**GOAL OF THE EXERCISE**
Provide the number of lines below containing the word "recallCount", without any other words.

#### RECORDS TO USE ####

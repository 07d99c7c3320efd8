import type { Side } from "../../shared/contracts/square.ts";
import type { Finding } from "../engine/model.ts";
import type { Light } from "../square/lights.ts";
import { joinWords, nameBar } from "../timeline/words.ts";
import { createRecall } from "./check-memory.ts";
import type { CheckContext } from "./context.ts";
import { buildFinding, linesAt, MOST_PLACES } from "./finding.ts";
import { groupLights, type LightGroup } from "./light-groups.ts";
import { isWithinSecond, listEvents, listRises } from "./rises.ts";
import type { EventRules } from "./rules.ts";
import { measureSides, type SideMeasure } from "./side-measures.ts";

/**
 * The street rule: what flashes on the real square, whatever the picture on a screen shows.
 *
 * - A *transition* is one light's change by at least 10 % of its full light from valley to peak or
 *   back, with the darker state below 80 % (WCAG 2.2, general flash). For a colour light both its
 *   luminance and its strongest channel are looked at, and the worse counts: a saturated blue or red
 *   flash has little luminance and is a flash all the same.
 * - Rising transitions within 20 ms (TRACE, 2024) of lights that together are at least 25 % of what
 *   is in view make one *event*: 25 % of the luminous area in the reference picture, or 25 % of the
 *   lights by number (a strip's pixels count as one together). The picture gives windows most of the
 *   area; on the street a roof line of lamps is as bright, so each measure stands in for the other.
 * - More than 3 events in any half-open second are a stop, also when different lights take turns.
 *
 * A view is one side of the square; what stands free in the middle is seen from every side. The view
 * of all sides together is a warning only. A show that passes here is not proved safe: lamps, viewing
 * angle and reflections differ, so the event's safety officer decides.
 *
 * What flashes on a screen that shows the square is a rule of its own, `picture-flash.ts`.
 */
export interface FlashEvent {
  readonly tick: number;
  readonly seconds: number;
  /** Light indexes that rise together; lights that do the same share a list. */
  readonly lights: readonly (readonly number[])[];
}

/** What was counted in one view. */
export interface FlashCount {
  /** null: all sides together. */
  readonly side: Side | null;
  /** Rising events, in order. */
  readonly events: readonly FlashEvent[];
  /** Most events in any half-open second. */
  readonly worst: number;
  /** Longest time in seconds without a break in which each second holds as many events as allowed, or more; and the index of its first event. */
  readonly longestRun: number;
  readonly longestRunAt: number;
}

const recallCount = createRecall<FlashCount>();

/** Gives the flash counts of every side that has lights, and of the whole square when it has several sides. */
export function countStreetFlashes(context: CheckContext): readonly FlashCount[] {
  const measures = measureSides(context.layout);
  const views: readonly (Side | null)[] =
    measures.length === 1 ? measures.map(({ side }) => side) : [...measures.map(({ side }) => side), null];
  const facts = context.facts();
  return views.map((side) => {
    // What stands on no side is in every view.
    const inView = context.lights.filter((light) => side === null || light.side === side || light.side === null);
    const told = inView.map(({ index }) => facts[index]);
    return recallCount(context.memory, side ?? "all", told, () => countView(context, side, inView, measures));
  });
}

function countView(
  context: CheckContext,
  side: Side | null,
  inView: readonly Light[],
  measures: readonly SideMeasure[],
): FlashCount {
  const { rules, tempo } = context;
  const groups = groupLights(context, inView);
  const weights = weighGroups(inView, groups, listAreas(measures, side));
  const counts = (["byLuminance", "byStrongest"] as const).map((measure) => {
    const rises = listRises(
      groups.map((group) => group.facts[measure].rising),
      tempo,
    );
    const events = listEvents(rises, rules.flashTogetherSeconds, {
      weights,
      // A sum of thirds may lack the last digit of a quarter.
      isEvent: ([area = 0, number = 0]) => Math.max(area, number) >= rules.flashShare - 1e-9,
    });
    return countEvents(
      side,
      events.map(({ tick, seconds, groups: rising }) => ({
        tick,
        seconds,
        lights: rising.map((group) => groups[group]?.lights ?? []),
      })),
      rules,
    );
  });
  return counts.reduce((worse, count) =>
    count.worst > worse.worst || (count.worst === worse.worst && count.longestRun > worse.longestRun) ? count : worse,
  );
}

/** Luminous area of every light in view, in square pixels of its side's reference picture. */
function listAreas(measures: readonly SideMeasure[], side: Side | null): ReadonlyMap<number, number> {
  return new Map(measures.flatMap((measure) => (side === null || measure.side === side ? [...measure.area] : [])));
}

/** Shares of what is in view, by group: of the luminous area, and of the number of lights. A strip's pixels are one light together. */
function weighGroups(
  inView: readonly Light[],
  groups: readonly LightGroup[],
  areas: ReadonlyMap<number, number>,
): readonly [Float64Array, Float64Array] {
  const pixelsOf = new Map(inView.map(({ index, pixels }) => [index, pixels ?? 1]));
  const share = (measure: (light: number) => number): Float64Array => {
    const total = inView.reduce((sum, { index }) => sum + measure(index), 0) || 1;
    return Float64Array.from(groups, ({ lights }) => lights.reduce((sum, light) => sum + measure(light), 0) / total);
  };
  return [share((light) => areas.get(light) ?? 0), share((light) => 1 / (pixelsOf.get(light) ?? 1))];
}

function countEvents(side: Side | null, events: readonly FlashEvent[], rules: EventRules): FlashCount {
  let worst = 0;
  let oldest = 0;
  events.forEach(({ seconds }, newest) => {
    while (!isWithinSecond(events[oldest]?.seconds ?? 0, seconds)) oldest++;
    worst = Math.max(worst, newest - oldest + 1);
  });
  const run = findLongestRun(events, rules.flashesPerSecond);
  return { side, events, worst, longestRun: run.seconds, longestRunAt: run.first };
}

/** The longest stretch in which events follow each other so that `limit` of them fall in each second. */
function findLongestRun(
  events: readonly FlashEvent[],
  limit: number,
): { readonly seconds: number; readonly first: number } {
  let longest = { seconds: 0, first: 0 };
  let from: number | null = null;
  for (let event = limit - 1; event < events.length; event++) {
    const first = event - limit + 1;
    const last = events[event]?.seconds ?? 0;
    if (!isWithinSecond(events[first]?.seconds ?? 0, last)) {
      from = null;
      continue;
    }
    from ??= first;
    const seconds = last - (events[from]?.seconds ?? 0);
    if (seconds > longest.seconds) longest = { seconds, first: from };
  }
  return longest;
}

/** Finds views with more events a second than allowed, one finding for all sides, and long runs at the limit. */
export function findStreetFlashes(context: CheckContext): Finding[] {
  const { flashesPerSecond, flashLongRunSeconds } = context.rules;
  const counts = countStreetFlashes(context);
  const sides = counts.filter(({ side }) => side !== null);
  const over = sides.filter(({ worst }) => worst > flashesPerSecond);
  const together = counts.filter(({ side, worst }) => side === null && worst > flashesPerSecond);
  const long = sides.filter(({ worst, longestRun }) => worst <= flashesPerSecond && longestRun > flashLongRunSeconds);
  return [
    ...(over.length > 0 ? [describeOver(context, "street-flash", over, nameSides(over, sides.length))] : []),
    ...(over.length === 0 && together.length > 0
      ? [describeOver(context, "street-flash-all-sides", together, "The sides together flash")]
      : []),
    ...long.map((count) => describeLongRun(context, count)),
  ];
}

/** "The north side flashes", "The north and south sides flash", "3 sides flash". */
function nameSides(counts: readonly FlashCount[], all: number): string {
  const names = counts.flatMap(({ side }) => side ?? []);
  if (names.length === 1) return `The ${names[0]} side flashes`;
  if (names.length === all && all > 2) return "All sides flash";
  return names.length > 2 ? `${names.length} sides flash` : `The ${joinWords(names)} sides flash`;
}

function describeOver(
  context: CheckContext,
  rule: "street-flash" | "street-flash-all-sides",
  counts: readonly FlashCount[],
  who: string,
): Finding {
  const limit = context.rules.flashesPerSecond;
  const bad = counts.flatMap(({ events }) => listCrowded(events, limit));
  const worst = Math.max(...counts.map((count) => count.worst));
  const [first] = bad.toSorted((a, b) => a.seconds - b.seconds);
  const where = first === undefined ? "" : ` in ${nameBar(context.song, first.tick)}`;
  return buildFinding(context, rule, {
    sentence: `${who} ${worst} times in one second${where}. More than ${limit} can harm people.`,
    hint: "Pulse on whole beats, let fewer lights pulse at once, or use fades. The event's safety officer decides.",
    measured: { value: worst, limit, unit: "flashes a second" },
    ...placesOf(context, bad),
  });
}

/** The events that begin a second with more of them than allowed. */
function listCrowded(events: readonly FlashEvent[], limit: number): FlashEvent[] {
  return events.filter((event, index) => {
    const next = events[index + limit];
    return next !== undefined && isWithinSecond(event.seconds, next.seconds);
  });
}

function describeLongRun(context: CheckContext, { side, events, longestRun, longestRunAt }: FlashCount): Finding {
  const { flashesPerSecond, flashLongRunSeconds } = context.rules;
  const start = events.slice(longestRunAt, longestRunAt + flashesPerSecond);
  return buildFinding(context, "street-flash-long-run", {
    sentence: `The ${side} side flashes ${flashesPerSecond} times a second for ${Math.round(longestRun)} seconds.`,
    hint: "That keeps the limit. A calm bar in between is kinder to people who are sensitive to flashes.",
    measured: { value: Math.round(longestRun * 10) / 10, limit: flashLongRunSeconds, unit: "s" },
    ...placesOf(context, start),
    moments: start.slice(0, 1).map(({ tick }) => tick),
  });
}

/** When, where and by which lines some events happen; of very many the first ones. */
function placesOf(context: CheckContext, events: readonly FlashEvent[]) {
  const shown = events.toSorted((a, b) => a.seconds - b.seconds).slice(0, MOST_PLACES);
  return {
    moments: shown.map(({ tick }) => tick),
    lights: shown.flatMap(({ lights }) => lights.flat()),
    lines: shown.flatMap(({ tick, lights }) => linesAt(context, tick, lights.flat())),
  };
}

####

**RESULT**
2